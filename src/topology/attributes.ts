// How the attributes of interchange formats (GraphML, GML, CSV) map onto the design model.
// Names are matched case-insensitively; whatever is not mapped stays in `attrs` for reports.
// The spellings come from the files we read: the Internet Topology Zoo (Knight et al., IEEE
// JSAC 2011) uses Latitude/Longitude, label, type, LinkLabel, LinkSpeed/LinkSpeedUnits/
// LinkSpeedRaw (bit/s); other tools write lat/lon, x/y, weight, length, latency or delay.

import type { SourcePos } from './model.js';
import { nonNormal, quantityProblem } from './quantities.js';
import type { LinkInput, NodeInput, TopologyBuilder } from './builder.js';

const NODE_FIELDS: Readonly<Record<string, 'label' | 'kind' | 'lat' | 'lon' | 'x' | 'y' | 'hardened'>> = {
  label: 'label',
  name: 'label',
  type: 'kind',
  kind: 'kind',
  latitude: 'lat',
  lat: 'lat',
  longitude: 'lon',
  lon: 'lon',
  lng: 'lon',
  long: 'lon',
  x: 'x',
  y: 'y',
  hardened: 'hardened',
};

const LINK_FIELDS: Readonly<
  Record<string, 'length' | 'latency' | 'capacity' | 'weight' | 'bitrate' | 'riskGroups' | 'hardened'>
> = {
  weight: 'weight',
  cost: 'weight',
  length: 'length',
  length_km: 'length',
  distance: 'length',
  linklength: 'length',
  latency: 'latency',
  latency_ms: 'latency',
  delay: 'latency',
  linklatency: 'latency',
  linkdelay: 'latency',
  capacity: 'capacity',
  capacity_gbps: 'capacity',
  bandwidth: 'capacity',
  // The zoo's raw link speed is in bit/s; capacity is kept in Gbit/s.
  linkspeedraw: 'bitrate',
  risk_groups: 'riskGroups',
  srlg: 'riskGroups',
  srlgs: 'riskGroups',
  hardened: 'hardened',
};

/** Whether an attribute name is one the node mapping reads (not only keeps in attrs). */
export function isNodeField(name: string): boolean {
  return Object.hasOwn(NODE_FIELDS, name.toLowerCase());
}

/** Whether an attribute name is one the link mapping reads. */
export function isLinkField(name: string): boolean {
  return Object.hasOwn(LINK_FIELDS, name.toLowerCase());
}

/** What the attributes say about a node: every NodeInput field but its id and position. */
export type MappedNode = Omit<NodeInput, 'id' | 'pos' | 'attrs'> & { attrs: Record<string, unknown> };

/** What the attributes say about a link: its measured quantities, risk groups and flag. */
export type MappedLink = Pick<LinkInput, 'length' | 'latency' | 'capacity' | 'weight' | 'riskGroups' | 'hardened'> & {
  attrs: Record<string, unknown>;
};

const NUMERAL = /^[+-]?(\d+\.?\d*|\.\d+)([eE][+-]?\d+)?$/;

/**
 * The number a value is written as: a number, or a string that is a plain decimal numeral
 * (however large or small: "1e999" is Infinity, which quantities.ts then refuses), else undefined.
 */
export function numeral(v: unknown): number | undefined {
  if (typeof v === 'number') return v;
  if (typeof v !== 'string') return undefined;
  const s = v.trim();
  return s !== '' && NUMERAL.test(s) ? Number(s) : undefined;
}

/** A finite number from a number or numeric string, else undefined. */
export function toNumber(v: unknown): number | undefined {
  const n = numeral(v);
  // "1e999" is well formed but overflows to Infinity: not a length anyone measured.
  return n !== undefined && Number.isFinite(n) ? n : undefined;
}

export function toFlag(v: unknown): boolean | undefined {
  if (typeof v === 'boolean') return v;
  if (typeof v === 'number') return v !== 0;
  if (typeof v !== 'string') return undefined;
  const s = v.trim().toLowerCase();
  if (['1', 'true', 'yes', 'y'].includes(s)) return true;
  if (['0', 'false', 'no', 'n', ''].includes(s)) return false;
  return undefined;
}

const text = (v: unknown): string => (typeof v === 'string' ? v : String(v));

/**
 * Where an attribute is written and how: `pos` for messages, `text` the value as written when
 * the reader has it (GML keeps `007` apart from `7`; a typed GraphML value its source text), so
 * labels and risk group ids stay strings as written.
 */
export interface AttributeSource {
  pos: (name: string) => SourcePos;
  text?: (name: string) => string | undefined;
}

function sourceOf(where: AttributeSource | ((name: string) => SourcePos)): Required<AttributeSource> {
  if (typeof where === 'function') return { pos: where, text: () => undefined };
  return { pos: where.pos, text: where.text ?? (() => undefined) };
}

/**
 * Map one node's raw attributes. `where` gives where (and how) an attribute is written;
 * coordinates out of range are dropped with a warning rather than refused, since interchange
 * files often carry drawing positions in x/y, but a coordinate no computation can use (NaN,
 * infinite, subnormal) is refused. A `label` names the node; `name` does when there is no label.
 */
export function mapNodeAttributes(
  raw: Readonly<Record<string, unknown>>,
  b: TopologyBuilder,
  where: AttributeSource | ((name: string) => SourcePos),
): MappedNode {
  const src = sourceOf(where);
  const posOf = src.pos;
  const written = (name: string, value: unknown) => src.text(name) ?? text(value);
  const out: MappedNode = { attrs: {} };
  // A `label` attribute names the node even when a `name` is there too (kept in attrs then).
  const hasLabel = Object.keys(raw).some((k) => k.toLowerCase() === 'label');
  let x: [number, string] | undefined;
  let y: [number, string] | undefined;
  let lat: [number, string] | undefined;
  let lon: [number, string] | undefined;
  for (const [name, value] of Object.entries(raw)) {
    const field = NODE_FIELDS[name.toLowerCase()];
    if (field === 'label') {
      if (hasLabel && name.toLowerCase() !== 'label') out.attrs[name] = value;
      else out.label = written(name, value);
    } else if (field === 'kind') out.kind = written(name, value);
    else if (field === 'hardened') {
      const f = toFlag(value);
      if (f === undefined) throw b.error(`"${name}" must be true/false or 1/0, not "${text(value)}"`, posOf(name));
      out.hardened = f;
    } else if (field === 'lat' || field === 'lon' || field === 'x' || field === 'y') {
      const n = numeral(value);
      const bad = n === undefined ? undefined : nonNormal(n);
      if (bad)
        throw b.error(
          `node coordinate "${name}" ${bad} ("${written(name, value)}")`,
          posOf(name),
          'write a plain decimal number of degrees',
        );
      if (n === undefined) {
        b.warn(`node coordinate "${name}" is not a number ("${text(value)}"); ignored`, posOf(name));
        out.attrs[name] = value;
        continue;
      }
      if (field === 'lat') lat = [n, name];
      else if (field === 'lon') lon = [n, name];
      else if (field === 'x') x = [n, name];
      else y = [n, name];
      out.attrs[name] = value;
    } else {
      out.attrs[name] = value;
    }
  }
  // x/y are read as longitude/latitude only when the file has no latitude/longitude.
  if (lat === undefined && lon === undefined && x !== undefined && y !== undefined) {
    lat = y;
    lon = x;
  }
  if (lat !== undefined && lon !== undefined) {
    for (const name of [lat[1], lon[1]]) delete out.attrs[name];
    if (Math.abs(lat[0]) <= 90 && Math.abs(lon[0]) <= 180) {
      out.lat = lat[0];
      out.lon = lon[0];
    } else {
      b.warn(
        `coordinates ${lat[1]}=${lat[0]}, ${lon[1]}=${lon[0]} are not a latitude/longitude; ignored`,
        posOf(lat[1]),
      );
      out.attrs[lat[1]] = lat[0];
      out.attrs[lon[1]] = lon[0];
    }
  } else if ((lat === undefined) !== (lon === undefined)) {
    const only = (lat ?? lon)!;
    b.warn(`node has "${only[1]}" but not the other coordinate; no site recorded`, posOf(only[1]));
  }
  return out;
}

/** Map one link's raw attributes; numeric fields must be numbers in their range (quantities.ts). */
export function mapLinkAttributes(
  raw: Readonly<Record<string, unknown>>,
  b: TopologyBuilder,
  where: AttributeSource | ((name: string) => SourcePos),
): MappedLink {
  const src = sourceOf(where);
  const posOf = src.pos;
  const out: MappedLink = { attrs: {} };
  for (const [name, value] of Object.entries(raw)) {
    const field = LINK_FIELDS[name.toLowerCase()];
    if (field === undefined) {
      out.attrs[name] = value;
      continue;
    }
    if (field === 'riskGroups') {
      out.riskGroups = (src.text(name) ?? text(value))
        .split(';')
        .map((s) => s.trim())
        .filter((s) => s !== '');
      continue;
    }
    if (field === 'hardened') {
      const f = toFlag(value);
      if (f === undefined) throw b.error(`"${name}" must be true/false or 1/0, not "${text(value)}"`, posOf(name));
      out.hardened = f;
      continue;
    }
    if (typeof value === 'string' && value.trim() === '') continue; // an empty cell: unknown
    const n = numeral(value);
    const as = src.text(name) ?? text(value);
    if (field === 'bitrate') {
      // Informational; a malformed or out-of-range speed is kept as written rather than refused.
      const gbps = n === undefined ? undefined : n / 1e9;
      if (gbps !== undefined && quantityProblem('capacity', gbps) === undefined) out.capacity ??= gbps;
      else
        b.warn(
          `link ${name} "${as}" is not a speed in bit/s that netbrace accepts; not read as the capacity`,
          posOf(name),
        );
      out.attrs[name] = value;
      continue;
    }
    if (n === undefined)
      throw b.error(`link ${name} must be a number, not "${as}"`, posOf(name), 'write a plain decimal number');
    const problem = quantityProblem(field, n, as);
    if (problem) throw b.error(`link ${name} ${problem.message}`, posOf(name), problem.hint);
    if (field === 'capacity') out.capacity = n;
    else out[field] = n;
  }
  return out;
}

+ + +

### Brief
Extract every line from the one containing "if (problem) throw" to the end of the entries, including both of those lines, exactly as given and with nothing added.

### Written solution
    if (problem) throw b.error(`link ${name} ${problem.message}`, posOf(name), problem.hint);
    if (field === 'capacity') out.capacity = n;
    else out[field] = n;
  }
  return out;
}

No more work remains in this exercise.